Go with the audio system twisters. You'll be happy, and it's cheaper too.

If there wasn't like 90% of the people here running them already (besides GroundZero and Rockford), I might have gone with them too. They're not that expensive, make good power and with the right match they can sound really sweet..... what more do you want....


----------



## XC-C30 (Jul 24, 2007)

If you want the twisters to sound good on a sub, you pretty much need alu cones. papercones will get sloppy....


----------



## Dangerranger (Apr 12, 2006)

XC-C30 said:


> But he did also imply wanting to trade for something different. Now if amps all sound the same and he wasn't impressed with the steg, why would he do that


Because his dissatisfaction stems from things far more important than the "sonic attributes" of an amplifier, and if said attributes did exist they would still be completely negated by them irregardless. Like an acoustic environment with a 70db noise floor, inability to create a true stereo reproduction due to limitations of the car environment, distortion of the speakers themselves which in a car at real world levels is generally 50x as high as anything a decent amplifier puts out anywhere below clipping, comb filtering, early reflections, late reflections, panel resonances, lack of a good enclosure for midbasses, inability to tune to a satisfactory level due to the horrible acoustic environment and an unavailability of good hardware/software/algorithms even if you have a carPC, etc.


----------



## Tdx_Kid (May 16, 2007)

i had that amp on 1 diamond audio d6 12's.. they have aluminum cones i believe. the sub i want to get is an id max 12 inch.. someday.. cant afford it now


----------



## Tdx_Kid (May 16, 2007)

im thinking a steg k2 02 on an id max would sound fairly good. steg amps have real good damping factors.. good control over what they power.


----------



## ca90ss (Jul 2, 2005)

Dangerranger said:


> Because his dissatisfaction stems from things far more important than the "sonic attributes" of an amplifier, and if said attributes did exist they would still be completely negated by them irregardless. Like an acoustic environment with a 70db noise floor, inability to create a true stereo reproduction due to limitations of the car environment, distortion of the speakers themselves which in a car at real world levels is generally 50x as high as anything a decent amplifier puts out anywhere below clipping, comb filtering, early reflections, late reflections, panel resonances, lack of a good enclosure for midbasses, inability to tune to perfection due to the horrible acoustic environment, etc.

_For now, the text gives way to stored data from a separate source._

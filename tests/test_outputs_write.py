"""write_outputs: the results.json contract, CSV tables, and all-or-nothing
writing.

The contract keys are those marked * in the project's API notes (the keys
external validation reads). Expected numbers come from the results object
itself (the files must reproduce it exactly: floats round-trip through
``repr``) or from outside references named beside each check.
"""

from __future__ import annotations

import csv
import json
import math
from pathlib import Path

import numpy as np
import pytest
from scipy import stats
from test_outputs_cases import SCENARIO_NAMES, UNIT, make_results, quad_paf

from doseattr.errors import InputError
from doseattr.outputs import figures as figure_module
from doseattr.outputs import write as write_module
from doseattr.outputs.write import write_outputs


@pytest.fixture(scope="module")
def results():
    return make_results()


@pytest.fixture(scope="module")
def written(results, tmp_path_factory):
    out = tmp_path_factory.mktemp("run") / "out"
    paths = write_outputs(results, out)
    return out, paths


def strict_json(path: Path):
    """json.loads that refuses NaN and infinities (as allow_nan=False writes)."""
    def refuse(name):
        raise ValueError(f"non-finite constant {name} in JSON")
    return json.loads(path.read_text(encoding="utf-8"), parse_constant=refuse)


def read_csv(path: Path) -> list[dict[str, str]]:
    with open(path, newline="", encoding="utf-8") as fh:
        return list(csv.DictReader(fh))


def test_files_written(written):
    out, paths = written
    names = {p.relative_to(out).as_posix() for p in paths}
    for name in ("results.json", "report.html", "scenarios.csv", "categorical.csv",
                 "curve_fit.csv", "exposure_fits.csv", "convergence.csv",
                 "figures/curve.png", "figures/exposure.png", "figures/contribution.png",
                 "figures/categorical.png"):
        assert name in names
    assert all(p.is_file() for p in paths)
    assert not [p for p in out.parent.iterdir() if p.name.startswith(".out.partial")]


def test_results_json_contract_keys(written, results):
    """Every key marked * in the API notes is present with the stated type."""
    d = strict_json(written[0] / "results.json")
    assert d["schema_version"] == "2.3"
    for k in ("estimate", "lower", "upper"):
        assert k in d["paf"]
    assert [s["name"] for s in d["scenarios"]] == list(SCENARIO_NAMES)
    for s in d["scenarios"]:
        assert {"estimate", "lower", "upper"} <= set(s["pif"])
    c = d["curve"]
    assert c["model"] == "log-linear"
    assert isinstance(c["coefficients"], list) and len(c["coefficients"]) == 1
    assert np.shape(c["covariance"]) == (1, 1)
    assert c["max_dose"] == results.curve.max_dose
    assert "nonlinearity_p" in c
    assert len(c["fitted"]) == 3 and all({"dose", "rr_reported", "rr_fitted"} <= set(f)
                                         for f in c["fitted"])
    assert np.shape(c["log_rr_covariance"]) == (3, 3)
    e = d["exposure"]
    assert e["family"] == "lognormal" and set(e["parameters"]) == {"gm", "gsd"}
    for k in ("unexposed", "share_beyond_max_dose", "detected", "censored", "fits"):
        assert k in e
    assert e["detected"] + e["censored"] == results.exposure.fit.n
    cat = d["categorical"]
    for k in ("cutpoints", "shares", "methods", "continuous_paf"):
        assert k in cat
    assert len(cat["shares"]) == len(cat["cutpoints"]) + 1
    assert [m["method"] for m in cat["methods"]] == ["reported", "midpoint", "band-mean"]
    for m in cat["methods"]:
        assert len(m["rr"]) == len(cat["shares"]) and isinstance(m["paf"], float)


def test_results_json_round_trips_exactly(written, results):
    """json.dumps(allow_nan=False) then json.loads gives back to_dict()
    exactly (Python floats round-trip through their repr), and the PAF in
    the file agrees with scipy.integrate.quad (reference library)."""
    d = strict_json(written[0] / "results.json")
    assert d == results.to_dict()
    assert d["paf"]["estimate"] == results.paf.estimate
    assert d["paf"]["estimate"] == pytest.approx(quad_paf(results), rel=1e-8)


def test_results_json_refuses_nan(results, tmp_path, monkeypatch):
    """A NaN reaching the writer stops it (allow_nan=False) and nothing is written."""
    bad = results.to_dict()
    bad["paf"]["estimate"] = math.nan
    monkeypatch.setattr(type(results), "to_dict", lambda self: bad)
    out = tmp_path / "nan"
    with pytest.raises(ValueError):
        write_outputs(results, out, figures=False)
    assert not out.exists()
    assert list(tmp_path.iterdir()) == []


def test_scenarios_csv_full_precision(written, results):
    rows = read_csv(written[0] / "scenarios.csv")
    assert [r["name"] for r in rows] == list(SCENARIO_NAMES)
    for row, s in zip(rows, results.scenarios):
        assert float(row["pif"]) == s.pif.estimate  # exact: repr round-trips
        assert row["kind"] == s.kind and float(row["value"]) == s.value
        assert row["pif_lower"] == ""
    assert rows[0]["value_unit"] == UNIT and rows[1]["value_unit"] == ""


def test_categorical_csv_shares_match_scipy(written, results):
    """Band shares: u + (1-u) F(c1) for the first band, (1-u)(F(c_i+1) - F(c_i))
    after, (1-u)(1 - F(c_K)) for the open band; F from scipy.stats.lognorm
    (reference library)."""
    rows = read_csv(written[0] / "categorical.csv")
    ex = results.exposure
    f = stats.lognorm(s=np.log(ex.parameters["gsd"]), scale=ex.parameters["gm"])
    cuts = results.categorical.cutpoints
    cdf = np.concatenate([[0.0], f.cdf(cuts), [1.0]])
    expected = (1 - ex.unexposed) * np.diff(cdf)
    expected[0] += ex.unexposed
    np.testing.assert_allclose([float(r["share"]) for r in rows], expected, rtol=1e-10)
    assert f"lower ({UNIT})" in rows[0] and rows[-1][f"upper ({UNIT})"] == ""
    for m in results.categorical.methods:
        assert [float(r[f"rr_{m.method}"]) for r in rows] == [float(v) for v in m.rr]


def test_curve_fit_csv(written, results):
    rows = read_csv(written[0] / "curve_fit.csv")
    assert len(rows) == 4 and rows[0]["reference"] == "true"
    b, xref = float(results.curve.coef[0]), results.curve.model.reference_dose
    for r in rows[1:]:
        dose = float(r[f"dose ({UNIT})"])
        # log-linear closed form at the assigned dose (all doses <= max_dose)
        assert float(r["rr_fitted"]) == pytest.approx(math.exp(b * (dose - xref)), rel=1e-12)
    assert rows[-1][f"upper ({UNIT})"] == ""


def test_exposure_fits_and_convergence_csv(written, results):
    fits = read_csv(written[0] / "exposure_fits.csv")
    assert fits[0]["family"] == "lognormal" and fits[0]["selected"] == "true"
    assert float(fits[0]["gm"]) == results.exposure.parameters["gm"]
    assert float(fits[0]["loglik"]) == results.exposure.fit.loglik
    conv = read_csv(written[0] / "convergence.csv")
    assert [int(r["bands"]) for r in conv] == list(range(2, 21))


def _snapshot(folder: Path) -> dict[str, bytes]:
    return {p.relative_to(folder).as_posix(): p.read_bytes()
            for p in sorted(folder.rglob("*")) if p.is_file()}


def _fail(*args, **kwargs):
    raise RuntimeError("simulated failure while drawing")


def test_failure_midway_leaves_nothing(results, tmp_path, monkeypatch):
    """A figure that fails after results.json and the CSVs were produced:
    out_dir is not created, its missing parents are removed again, and no
    temporary folder is left behind."""
    monkeypatch.setattr(figure_module, "plot_contribution", _fail)
    out = tmp_path / "new" / "deeper" / "out"
    with pytest.raises(RuntimeError, match="simulated"):
        write_outputs(results, out)
    assert not out.exists() and not (tmp_path / "new").exists()
    assert list(tmp_path.iterdir()) == []


def test_failure_midway_leaves_previous_run_unchanged(results, tmp_path, monkeypatch):
    """A previous run in the folder stays byte for byte when the next run
    fails while drawing; no temporary or backup folder is left."""
    out = tmp_path / "out"
    write_outputs(results, out, figures=False)
    before = _snapshot(out)
    monkeypatch.setattr(figure_module, "plot_categorical", _fail)
    with pytest.raises(RuntimeError):
        write_outputs(results, out)
    assert _snapshot(out) == before
    assert sorted(p.name for p in tmp_path.iterdir()) == ["out"]


def test_failure_in_report_leaves_nothing(results, tmp_path, monkeypatch):
    """The report is the last file produced; failing there still writes nothing."""
    from doseattr.outputs import report

    monkeypatch.setattr(report, "categorical_section", _fail)
    out = tmp_path / "out"
    with pytest.raises(RuntimeError):
        write_outputs(results, out, figures=False)
    assert not out.exists() and list(tmp_path.iterdir()) == []


def test_existing_folder_with_user_files_is_refused(results, tmp_path):
    """A folder holding files doseattr did not write is refused, naming the
    first such file, and nothing in it changes (issue 8: no overwriting a
    user's results.json)."""
    out = tmp_path / "out"
    out.mkdir()
    (out / "notes.txt").write_text("mine")
    (out / "results.json").write_text("{\"old\": true}")
    before = _snapshot(out)
    with pytest.raises(InputError, match=r"'notes\.txt' was not written by doseattr"):
        write_outputs(results, out, figures=False)
    assert _snapshot(out) == before
    assert sorted(p.name for p in tmp_path.iterdir()) == ["out"]


def test_empty_existing_folder_is_filled(results, tmp_path):
    out = tmp_path / "out"
    out.mkdir()
    write_outputs(results, out, figures=False)
    assert (out / "report.html").is_file() and not (out / "figures").exists()


def test_out_is_a_file(results, tmp_path):
    target = tmp_path / "taken"
    target.write_text("x")
    with pytest.raises(InputError, match="not a folder"):
        write_outputs(results, target, figures=False)
    assert target.read_text() == "x"


def test_results_json_text_is_strict(results):
    text = write_module.results_json(results)
    assert "NaN" not in text and "Infinity" not in text
    assert json.loads(text) == results.to_dict()


def test_demo_analysis_through_the_pipeline(tmp_path):
    """The bundled demo run by the analysis layer and written: the contract
    keys are there and every CSV parses."""
    from doseattr.analysis.config import load_analysis
    from doseattr.analysis.pipeline import run_analysis

    demo = Path(__file__).resolve().parents[1] / "data_demo" / "analysis.toml"
    results = run_analysis(load_analysis(demo))
    paths = write_outputs(results, tmp_path / "demo")
    d = strict_json(tmp_path / "demo" / "results.json")
    assert d == results.to_dict()
    assert d["exposure"]["family"] == "lognormal" and len(d["scenarios"]) == 3
    for p in paths:
        if p.suffix == ".csv":
            assert read_csv(p), p
    html = (tmp_path / "demo" / "report.html").read_text(encoding="utf-8")
    for s in d["scenarios"]:
        assert s["name"] in html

That's just crazy talk. I bet he mounted his amp upside down and all of the sq dust fell out.


----------



## 86mr2 (Apr 29, 2005)

ca90ss said:


> That's just crazy talk. I bet he mounted his amp upside down and all of the sq dust fell out.


I did that once. Bummed me out, the midrange was not as open. I had to send the amp away to get more added. I think they may have added too much though. Now the upper treble seems veiled. 

Do you think I should rip my mp3's at a different bitrate? I have sure been happy with 128, it sounds more analog. Maybe 96 would be better.


----------



## Candisa (Sep 15, 2007)

Audio-System Twister amps are great amps for the money with a nice warm signature
Steg QM's are not much more expensive, have a great power supply, have a cold signature, but are not 1 ohm stereo/2ohm mono stable.
Steg K's have exactly the same sonic signature, the same great power supply, but with added monitoring and 1 ohm stereo stability.

If you don't need the 1 ohm stereo stability and don't want the monitoring (because it's 'cool' to have that?), you could have just bought the Steg QM's and get the exact same sound, maybe just a little more hiss on quiet parts on high volume levels, but that's it.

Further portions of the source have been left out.